Association of German Banks’ president: weak growth in emerging markets no cause for alarm
“Concern about the global economy sliding towards a new crisis is exaggerated,” said Jürgen Fitschen, president of the Association of German Banks and co-chief executive officer of Deutsche Bank, on the occasion of the IMF/World Bank annual meeting in Lima. “The cooling off of the economic climate in the emerging markets is to some extent a normal correction of an earlier overheating,” Mr Fitschen argued. Moreover, some countries had home-made structural problems. Generally speaking, however, the emerging markets would continue to grow, albeit at a somewhat slower pace.
Besides, the industrialised countries could cushion some of the slowdown. The US, for example, was experiencing a healthy upturn, and the eurozone was recovering economically as well. Following quite modest growth of around 3% this year, the global economy as a whole could gain some momentum again next year.
Mr Fitschen was sceptical about a more expansive fiscal policy called for by some economists to stimulate demand. “In most countries, the weaker economic growth is due to persistent structural problems. A more expansive economic policy can’t eliminate these fundamental problems, it can only paper over them.”

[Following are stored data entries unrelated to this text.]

"""Checks that an adder adds: built-in evaluator, simulators, cocotb, formal proof, verify."""
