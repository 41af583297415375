"""cocotb test that drives an adder module and compares it with the interface's reference.

Loaded by cocotb inside the simulator (see cocotb_run.py). Everything it needs arrives in one small JSON
file named by ADDER_FORGE_COCOTB (written by cocotb_check.py): the module name, the interface record and
the plan's parameters. There are no defaults: a missing or unreadable file fails the test.
"""

from __future__ import annotations

import json
import os
from pathlib import Path

import cocotb
from cocotb.triggers import FallingEdge, Timer

from adder_forge.emit.vectors import plan_for
from adder_forge.ir.interface import Interface

PARAMETERS = "ADDER_FORGE_COCOTB"


def load(environ=os.environ) -> tuple[str, Interface, dict]:
    """(module name, interface, plan parameters) from the file ADDER_FORGE_COCOTB names."""
    path = environ.get(PARAMETERS)
    if not path:
        raise RuntimeError(f"{PARAMETERS} is not set: run this test through adder_forge.checks.cocotb_check")
    d = json.loads(Path(path).read_text(encoding="utf-8"))
    return d["name"], Interface.from_json(d["interface"]), d["plan"]


def _shown(iface, values) -> str:
    return " ".join(f"{pin.name}={values[pin.name]}" if pin.scalar else f"{pin.name}=0x{values[pin.name]:x}"
                    for pin in iface.inputs)


async def _clocked(dut, name: str, iface: Interface, plan) -> None:
    """A pipelined adder: a new vector at every rising edge of clk, each result compared ``latency`` edges
    later; with an enable, every 13th cycle is a stall (other values on the inputs, the outputs held); with
    a reset, rst held active for two cycles first and the outputs 0 (as checks/clocked.py drives them)."""
    from collections import deque

    from cocotb.clock import Clock
    from cocotb.triggers import ReadOnly, RisingEdge

    from adder_forge.emit.testbench import PERIOD, RESET_CYCLES, STALL_AT, STALL_EVERY

    k = iface.latency
    clk = dut.clk
    inputs = [getattr(dut, pin.name) for pin in iface.inputs]
    outputs = [(pin.name, getattr(dut, pin.name)) for pin in iface.outputs]
    masks = [(1 << pin.width) - 1 for pin in iface.inputs]
    en = getattr(dut, "en") if iface.has("en") else None
    rst = getattr(dut, "rst") if iface.has("rst") else None
    active = 0 if iface.reset_level == "low" else 1
    cocotb.start_soon(Clock(clk, PERIOD, unit="ns").start(start_high=False))
    for h in inputs:
        h.value = 0
    if en is not None:
        en.value = 1
    failed = passed = 0
    first = None
    if rst is not None:
        rst.value = active
        for _ in range(RESET_CYCLES):
            await RisingEdge(clk)
            await ReadOnly()
            if any(int(h.value) for _, h in outputs):
                failed += 1
                first = first or "outputs not 0 after a reset edge"
        await RisingEdge(clk)  # leave the read-only phase before driving again
        rst.value = 1 - active
    vectors = (vs.values(j) for vs in plan.chunks() for j in range(len(vs)))
    flight: deque = deque()  # (values, expected) of the vectors loaded and not yet compared
    loads = cycle = 0
    last = None
    pending = next(vectors, None)
    while pending is not None or flight:
        stall = en is not None and cycle % STALL_EVERY == STALL_AT
        if stall:
            en.value = 0
            for h, m in zip(inputs, masks):  # other values: a stalled pipeline must not take them
                h.value = ~int(h.value) & m
        else:
            if en is not None:
                en.value = 1
            values = pending or {pin.name: 0 for pin in iface.inputs}
            for pin, h in zip(iface.inputs, inputs):
                h.value = values[pin.name]
            if pending is not None:
                flight.append((pending, iface.expected(pending)))  # the reference: Python integers
                pending = next(vectors, None)
        await RisingEdge(clk)
        await ReadOnly()
        loads += not stall
        if not stall and loads >= k and flight:
            last = flight.popleft()  # the result that came out at this edge
        if loads >= k and last is not None:  # a stall holds the last result out
            values, want = last
            got = iface.pack_outputs({n: int(h.value) for n, h in outputs})
            if got != want:
                failed += 1
                if first is None:
                    first = f"{_shown(iface, values)} expected=0x{want:x} got=0x{got:x}"
                    dut._log.error("%s: MISMATCH %s", name, first)
            elif not stall:
                passed += 1
            if not flight and pending is None and not stall:
                break
        await FallingEdge(clk)
        cycle += 1
    dut._log.info("%s: %d passed, %d failed", name, passed, failed)
    assert failed == 0, f"{name}: {failed} mismatches over {passed + failed} vectors; first: {first}"


@cocotb.test()
async def adds_like_python(dut):
    name, iface, p = load()
    plan = plan_for(iface, p["exhaustive_limit"], p["random"], p["seed"])
    if iface.latency:
        await _clocked(dut, name, iface, plan)
        return
    inputs = [getattr(dut, pin.name) for pin in iface.inputs]
    outputs = [(pin.name, getattr(dut, pin.name)) for pin in iface.outputs]
    passed = failed = 0
    first = None
    for vs in plan.chunks():
        for k in range(len(vs)):
            values = vs.values(k)
            for pin, handle in zip(iface.inputs, inputs):
                handle.value = values[pin.name]
            await Timer(1, unit="ns")
            got = iface.pack_outputs({n: int(h.value) for n, h in outputs})
            want = iface.expected(values)  # the reference: Python integers
            if got == want:
                passed += 1
            else:
                failed += 1
                if first is None:
                    shown = " ".join(f"{pin.name}={values[pin.name]}" if pin.scalar else
                                     f"{pin.name}=0x{values[pin.name]:x}" for pin in iface.inputs)
                    first = f"{shown} expected=0x{want:x} got=0x{got:x}"
                    dut._log.error("%s: MISMATCH %s", name, first)
    dut._log.info("%s: %d passed, %d failed", name, passed, failed)
    assert failed == 0, f"{name}: {failed} of {passed + failed} vectors failed; first: {first}"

Mr Fitschen did not share fears that a possible move by the US Federal Reserve on interest rates could trigger sudden capital movements and thus exacerbate the emerging markets’ difficult economic situation. “I’m confident that the Fed will manage to steer the further level of US monetary policy adjustment with due caution and circumspection. A move on interest rates would not pose any danger in this respect. It would, above all, underline that the US economy is now so robust that monetary policy can gradually leave crisis mode behind as well.”